Dealing With Anger

Have you been angry in a situation where you couldn’t express it?

At work, we might be angry at a colleague who repeatedly makes the same error; we might be angry at our friend who forgot to call despite promising to; or we might even be angry with ourselves. In these situations, we might feel like acting on our anger: making an aggressive remark, throwing something or shouting at someone. While this can feel relieving, expressing our anger in such a way can be harmful towards others and even for us, in the long term.

So, how can we do better?

One way is to understand emotions better. Emotions, such as anger, show up in the body as well as in the mind. In How Emotions Are Made, Lisa Feldman argues that we feel emotions when we give meaning to bodily sensations. This means that we experience emotions in our bodies first, rather than our mind. So, if we change our bodily sensations, we could also change the way we’re feeling.

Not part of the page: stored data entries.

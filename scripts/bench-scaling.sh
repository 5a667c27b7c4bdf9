#!/usr/bin/env bash
# How the solver's cost grows with panel count: runs `sectionbench-cli
# bench` at N = 100 … 1600 panels and prints a Markdown table of the median
# stage times with the observed exponent between successive counts
# (log(t2/t1)/log(N2/N1)), to set against the expected orders: assembly
# O(N²), factorisation O(N³), a solve on the factorised system O(N²).
#
#   scripts/bench-scaling.sh [SECTION]      # default naca:2412
set -euo pipefail
cd "$(dirname "$0")/.."
export PATH="$PATH:/usr/local/go/bin" GOTOOLCHAIN=auto
section=${1:-naca:2412}
bin=$(mktemp -d)/sectionbench-cli
trap 'rm -rf "$(dirname "$bin")"' EXIT
go build -o "$bin" ./cmd/sectionbench-cli

field() { sed -n "s/.*\"$1\": \([0-9.e+-]*\).*/\1/p"; }
echo "Section $section; machine: $(nproc) cores, $(grep -m1 'model name' /proc/cpuinfo 2>/dev/null | cut -d: -f2 | sed 's/^ //'); load before: $(cut -d' ' -f1-3 /proc/loadavg 2>/dev/null)"
echo
echo "| N | assembly ms | exp. | factorisation ms | exp. | solve ms | sweep (41) ms | field 200×150 ms |"
echo "|---:|---:|---:|---:|---:|---:|---:|---:|"
prevN= prevA= prevF=
for n in 100 200 400 800 1600; do
  reps=15
  [ "$n" -ge 800 ] && reps=5
  j=$("$bin" bench --section "$section" --panels "$n" --repeats "$reps" --format json)
  a=$(echo "$j" | field assembly_ms); f=$(echo "$j" | field factorization_ms)
  s=$(echo "$j" | field solve_ms); w=$(echo "$j" | field sweep_ms); v=$(echo "$j" | field field_ms)
  ea=—; ef=—
  if [ -n "$prevN" ]; then
    ea=$(awk -v a="$a" -v b="$prevA" -v n="$n" -v m="$prevN" 'BEGIN { printf "%.2f", log(a/b)/log(n/m) }')
    ef=$(awk -v a="$f" -v b="$prevF" -v n="$n" -v m="$prevN" 'BEGIN { printf "%.2f", log(a/b)/log(n/m) }')
  fi
  echo "| $n | $a | $ea | $f | $ef | $s | $w | $v |"
  prevN=$n prevA=$a prevF=$f
done
echo
echo "Load after: $(cut -d' ' -f1-3 /proc/loadavg 2>/dev/null)"
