#!/usr/bin/env bash
# Starts the Sectionbench desktop app on its demo study (a fictional student
# team's rear wing), installing what is missing first.
set -euo pipefail
cd "$(dirname "$0")/.."
scripts/setup.sh --quiet
export PATH="$PATH:/usr/local/go/bin:$HOME/go/bin" GOTOOLCHAIN=auto LANG=en_US.UTF-8
exec go run ./cmd/sectionbench "$@"
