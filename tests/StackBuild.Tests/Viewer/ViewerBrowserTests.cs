using System.Globalization;
using System.Net;
using System.Text.Json;
using Microsoft.Playwright;
using SixLabors.ImageSharp;
using SixLabors.ImageSharp.PixelFormats;
using StackBuild.Geometry;
using StackBuild.Imaging;
using StackBuild.Nifti;
using StackBuild.Reslice;
using StackBuild.Viewer;
using Xunit;
using Xunit.Abstractions;

namespace StackBuild.Tests;
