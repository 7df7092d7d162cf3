using StackBuild.Geometry;
using StackBuild.Register;
using StackBuild.Solve;
using Xunit;

namespace StackBuild.Tests;

/// <summary>
/// The whole-stack mirror decision (<see cref="MirrorParity"/>) on pairs whose scores are set by hand, so that the right answer
/// is known exactly: which sections lie face down, and what composing the pairs along a chain would have decided instead.
/// </summary>
public sealed class MirrorParityTests
{
    private static PairHypothesis Hypothesis(bool mirrored, double ncc) => new(Transform2D.Identity, mirrored, 0, ncc, 10);

    /// <summary>A pair whose best hypothesis with relative mirror false scores <paramref name="same"/> and with true <paramref name="other"/>.</summary>
    private static PairResult Pair(double same, double? other)
    {
        var a = Hypothesis(false, same);
        var b = other is double o ? Hypothesis(true, o) : null;
        var best = b is not null && b.Ncc > a.Ncc ? b : a;
        var second = ReferenceEquals(best, a) ? b : a;
        return new PairResult(best, second, 0.5) { OtherMirror = second };
    }

    /// <summary>Pairs up to three apart for sections lying as <paramref name="faceDown"/> says: the true relative mirror leads by <paramref name="lead"/>.</summary>
    private static Dictionary<(int, int), PairResult> Pairs(bool[] faceDown, double lead, Func<int, int, double>? leadOf = null)
    {
        var pairs = new Dictionary<(int, int), PairResult>();
        for (int m = 1; m < faceDown.Length; m++)
            for (int d = 1; d <= 3 && m - d >= 0; d++)
            {
                int f = m - d;
                double good = 0.8 - 0.1 * (d - 1), l = leadOf?.Invoke(m, f) ?? lead;
                bool relative = faceDown[m] != faceDown[f];
                pairs[(m, f)] = relative ? Pair(good - l, good) : Pair(good, good - l);
            }
        return pairs;
    }

    private static bool[] Sides(int n, params int[] down) => Enumerable.Range(0, n).Select(down.Contains).ToArray();

    [Fact]
    public void ClearEvidenceGivesEverySideExactly()
    {
        var truth = Sides(30, 3, 11, 12, 20, 29);
        var result = MirrorParity.Decide(30, Pairs(truth, 0.05));
        Assert.Equal(truth, result.Flipped);
        Assert.Empty(result.Overruled);
        Assert.All(result.Margin, m => Assert.True(m > 0.05, $"margin {m}"));
    }

    [Fact]
    public void OneWrongNearestPairDoesNotTurnOverTheRest()
    {
        // The nearest pair (15, 14) prefers the wrong relative mirror as clearly as the others prefer the right one; composed along a chain it would turn over
        // sections 15–29. The pairs reaching over it (two and three apart) outweigh it.
        var truth = Sides(30, 5, 22);
        var pairs = Pairs(truth, 0.04, (m, f) => (m, f) == (15, 14) ? -0.04 : 0.04);
        var chained = new bool[30];
        for (int i = 1; i < 30; i++) chained[i] = chained[i - 1] ^ pairs[(i, i - 1)].Best.Mirrored;
        Assert.Equal(15, Enumerable.Range(0, 30).Count(i => chained[i] != truth[i])); // what the chain would have done
        var result = MirrorParity.Decide(30, pairs);
        Assert.Equal(truth, result.Flipped);
        Assert.Contains((15, 14), result.Overruled);
    }

    [Fact]
    public void WithoutEvidenceEverySectionIsTakenFaceUp()
    {
        // Pairs that match nothing (NCC below 0.1 both ways) say nothing: the prior decides, face up.
        var pairs = new Dictionary<(int, int), PairResult>();
        for (int m = 1; m < 10; m++) pairs[(m, m - 1)] = Pair(0.05, 0.06);
        var result = MirrorParity.Decide(10, pairs);
        Assert.All(result.Flipped, Assert.False);
        // The margin is the prior's alone.
        Assert.All(result.Margin, m => Assert.Equal(MirrorParity.FaceDownCost, m, 9));
    }

    [Fact]
    public void ASectionOnlyWeaklyTiedHasASmallMarginAndAStretchFollowsThePrior()
    {
        // Section 10 lies face up, but every pair it is part of barely prefers that (lead 0.002): it must report that its
        // side is uncertain (margin below the report's 0.05), while the sections around it stay sure.
        var truth = Sides(30, 4, 25);
        var pairs = Pairs(truth, 0.05, (m, f) => m == 10 || f == 10 ? 0.002 : 0.05);
        var result = MirrorParity.Decide(30, pairs);
        Assert.Equal(truth, result.Flipped);
        Assert.True(result.Margin[10] < 0.05, $"section 10: margin {result.Margin[10]}");
        foreach (int i in new[] { 0, 8, 9, 11, 12, 29 }) Assert.True(result.Margin[i] > 0.05, $"section {i}: margin {result.Margin[i]}");

        // Sections 20–29 tied to the rest only by pairs that say nothing either way (equal scores): the stretch's side
        // follows the prior, so its one face-down section (25) stays face down relative to its neighbours and the other
        // nine lie face up.
        pairs = Pairs(truth, 0.05, (m, f) => f < 20 && m >= 20 ? 0 : 0.05);
        result = MirrorParity.Decide(30, pairs);
        Assert.Equal(truth, result.Flipped);
    }

    [Fact]
    public void ASideTheManifestGivesIsKept()
    {
        // A pair whose other mirror was not tried (the manifest said how both sections were mounted) is obeyed even against
        // the prior and against weak evidence from the pairs around it.
        var truth = Sides(8, 6);
        var pairs = Pairs(truth, 0.001);
        pairs[(6, 5)] = new PairResult(Hypothesis(true, 0.5), null, 0.5); // known: mirrored relative to 5
        var result = MirrorParity.Decide(8, pairs);
        Assert.NotEqual(result.Flipped[5], result.Flipped[6]);
    }
}
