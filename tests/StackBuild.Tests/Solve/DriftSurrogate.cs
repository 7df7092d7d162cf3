using StackBuild.Evaluate;
using StackBuild.Geometry;
using StackBuild.Pipeline;

namespace StackBuild.Tests;

/// <summary>
/// Is a chain's drift made of slow link errors (neighbouring links erring alike, as real change of tissue shape between
/// sections makes every registration over a stretch err) or of independent ones (noise, which more pairs could average
/// out)? Against the truth, each neighbour link of a build has an error map Dᵢ (truth plane → truth plane, the identity
/// when the two sections are placed right relative to each other), written as (rotation about the plane centre, shift).
/// A permutation surrogate answers it: the same link errors re-chained in shuffled order keep their sizes and lose their
/// order; if the real order drifts much more than the shuffled ones, the drift comes from the errors being slow. The same
/// with the mean link error taken out first gives the drift of independent, unbiased errors of the same spread (what
/// registration noise alone would make); a mean link error is a bias every link shares.
/// </summary>
public static class DriftSurrogate
{
    /// <param name="ShuffledDriftRmsPx">Mean drift rms of the link errors re-chained in shuffled orders (their mean kept).</param>
    /// <param name="NoiseDriftRmsPx">Mean drift rms of the link errors minus their mean, shuffled: independent, unbiased errors of the same spread.</param>
    /// <param name="MeanLink">Mean link error: degrees, shift x, shift y (truth-plane pixels about the plane centre).</param>
    public sealed record Result(EvaluationResult Chain, double ShuffledDriftRmsPx, double ShuffledDriftP95Px,
        double NoiseDriftRmsPx, double NoiseDriftP95Px, double LinkLag1Autocorrelation, double[] MeanLink);

    public static Result Measure(BuildRecord build, SeriesTruth truth)
    {
        var placed = build.Sections
            .Where(s => s.Status is SectionOutcome.Aligned or SectionOutcome.Placed && s.Matrix is not null && truth.Sections.ContainsKey(s.Number))
            .OrderBy(s => s.Number).ToList();
        var maps = placed.Select(s => truth.Sections[s.Number].PlaneToImage.Then(Transform2D.FromRows(s.Matrix!))).ToList();
        bool majority = maps.Count(m => m.IsMirrored) * 2 > maps.Count;
        var good = Enumerable.Range(0, placed.Count).Where(i => maps[i].IsMirrored == majority).ToList();
        (double X, double Y) c = ((truth.PlaneWidth - 1) / 2.0, (truth.PlaneHeight - 1) / 2.0);

        // Link errors between consecutive sections of the majority's handedness, as (degrees, tx, ty) about the plane centre.
        var links = new List<double[]>();
        for (int k = 1; k < good.Count; k++)
        {
            var d = maps[good[k]].Then(maps[good[k - 1]].Inverse());
            var moved = d.Apply(c.X, c.Y);
            links.Add([d.RotationDegrees, moved.X - c.X, moved.Y - c.Y]);
        }
        BuildRecord Rechain(List<double[]> parts)
        {
            var newMaps = maps.ToArray();
            for (int k = 1; k < good.Count; k++)
            {
                var d = Transform2D.Rotation(parts[k - 1][0], c.X, c.Y).Then(Transform2D.Translation(parts[k - 1][1], parts[k - 1][2]));
                newMaps[good[k]] = d.Then(newMaps[good[k - 1]]);
            }
            var sections = build.Sections.Select(s =>
            {
                int i = placed.FindIndex(p => p.Number == s.Number);
                if (i < 0 || !good.Contains(i)) return s;
                var matrix = truth.Sections[s.Number].PlaneToImage.Inverse().Then(newMaps[i]);
                return s with { Matrix = matrix.ToRows() };
            }).ToList();
            return build with { Sections = sections };
        }

        double lag1 = Enumerable.Range(1, 2).Average(axis =>
        {
            var v = links.Select(l => l[axis]).ToArray();
            double mean = v.Average(), var0 = v.Sum(x => (x - mean) * (x - mean));
            double cov = 0;
            for (int k = 1; k < v.Length; k++) cov += (v[k] - mean) * (v[k - 1] - mean);
            return cov / var0;
        });
        var rng = new Random(20261202);
        var mean = Enumerable.Range(0, 3).Select(a => links.Average(l => l[a])).ToArray();
        var centred = links.Select(l => new[] { l[0] - mean[0], l[1] - mean[1], l[2] - mean[2] }).ToList();
        double[] Shuffled(List<double[]> values) => Enumerable.Range(0, Shuffles)
            .Select(_ => TruthEvaluation.Evaluate(Rechain(values.OrderBy(_ => rng.Next()).ToList()), truth).DriftRmsPx).Order().ToArray();
        var kept = Shuffled(links);
        var noise = Shuffled(centred);
        return new Result(TruthEvaluation.Evaluate(build, truth), kept.Average(), Numerics.Quantiles.OfSorted(kept, 0.95),
            noise.Average(), Numerics.Quantiles.OfSorted(noise, 0.95), lag1, mean);
    }

    public const int Shuffles = 200;
}
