using StackBuild.Template;
using Xunit;

namespace StackBuild.Tests;

/// <summary>
/// The course smoother's measurement-noise estimate on simulated random walks whose step and noise spreads are known
/// (a Gaussian random walk seen through Gaussian noise: the textbook local-level model; common practice).
/// </summary>
public sealed class CourseSmootherTests
{
    private static (double[] Values, double[] Steps) Walk(int n, double stepSd, double noiseSd, int seed)
    {
        var random = new Random(seed);
        double Gauss() => Math.Sqrt(-2 * Math.Log(1 - random.NextDouble())) * Math.Cos(2 * Math.PI * random.NextDouble());
        var values = new double[n];
        double level = 0;
        for (int i = 0; i < n; i++)
        {
            if (i > 0) level += stepSd * Gauss();
            values[i] = level + noiseSd * Gauss();
        }
        return (values, Enumerable.Repeat(stepSd, n).ToArray());
    }

    [Theory]
    [InlineData(0.3, 1.0)]  // noisy matches on tight links
    [InlineData(1.0, 0.5)]  // loose links, good matches: a spread about a smooth course would count the steps as noise
    [InlineData(0.5, 0.5)]
    public void TheNoiseIsToldApartFromTheSteps(double stepSd, double noiseSd)
    {
        var estimates = Enumerable.Range(0, 20).Select(seed =>
        {
            var (values, steps) = Walk(400, stepSd, noiseSd, seed);
            return Math.Sqrt(CourseSmoother.NoiseVarianceFromSteps(values, Enumerable.Repeat(1.0, 400).ToArray(), steps, 0.01, 0.01));
        }).OrderBy(v => v).ToList();
        double median = estimates[estimates.Count / 2];
        Assert.InRange(median, 0.8 * noiseSd, 1.2 * noiseSd);
    }

    [Fact]
    public void PerfectMatchesGiveTheFloorAndAFreshStartIsNotADifference()
    {
        // Measurements exactly on a walk: no noise beyond the floor. A jump of 100 across a fresh start (step ∞) is not
        // compared across.
        var (values, steps) = Walk(60, 0.5, 0, 3);
        for (int i = 30; i < 60; i++) values[i] += 100;
        steps[30] = double.PositiveInfinity;
        double variance = CourseSmoother.NoiseVarianceFromSteps(values, Enumerable.Repeat(1.0, 60).ToArray(), steps, 0.01, 0.1);
        Assert.True(variance <= 0.1 * 0.1 + 0.05, $"variance {variance}");
    }
}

How can we use this information when feeling angry?

When we feel angry, our bodies go through several physiological changes. One of these is that our breathing becomes shallower and quicker. If you find it hard to control your anger, the simplest tool you have which is always available to you is your breath.

Remember A Simple Rule: 4-4-6.
Inhale for 4 seconds, hold for 4 seconds and exhale for 6 seconds.

When our breathing slows down and we exhale for a longer time, our body realizes that we no longer need to prepare to, possibly, hit someone. Deep breathing helps relax our bodies and in turn, changes our physiological state. So when you’re angry again, just remember to breathe deeply.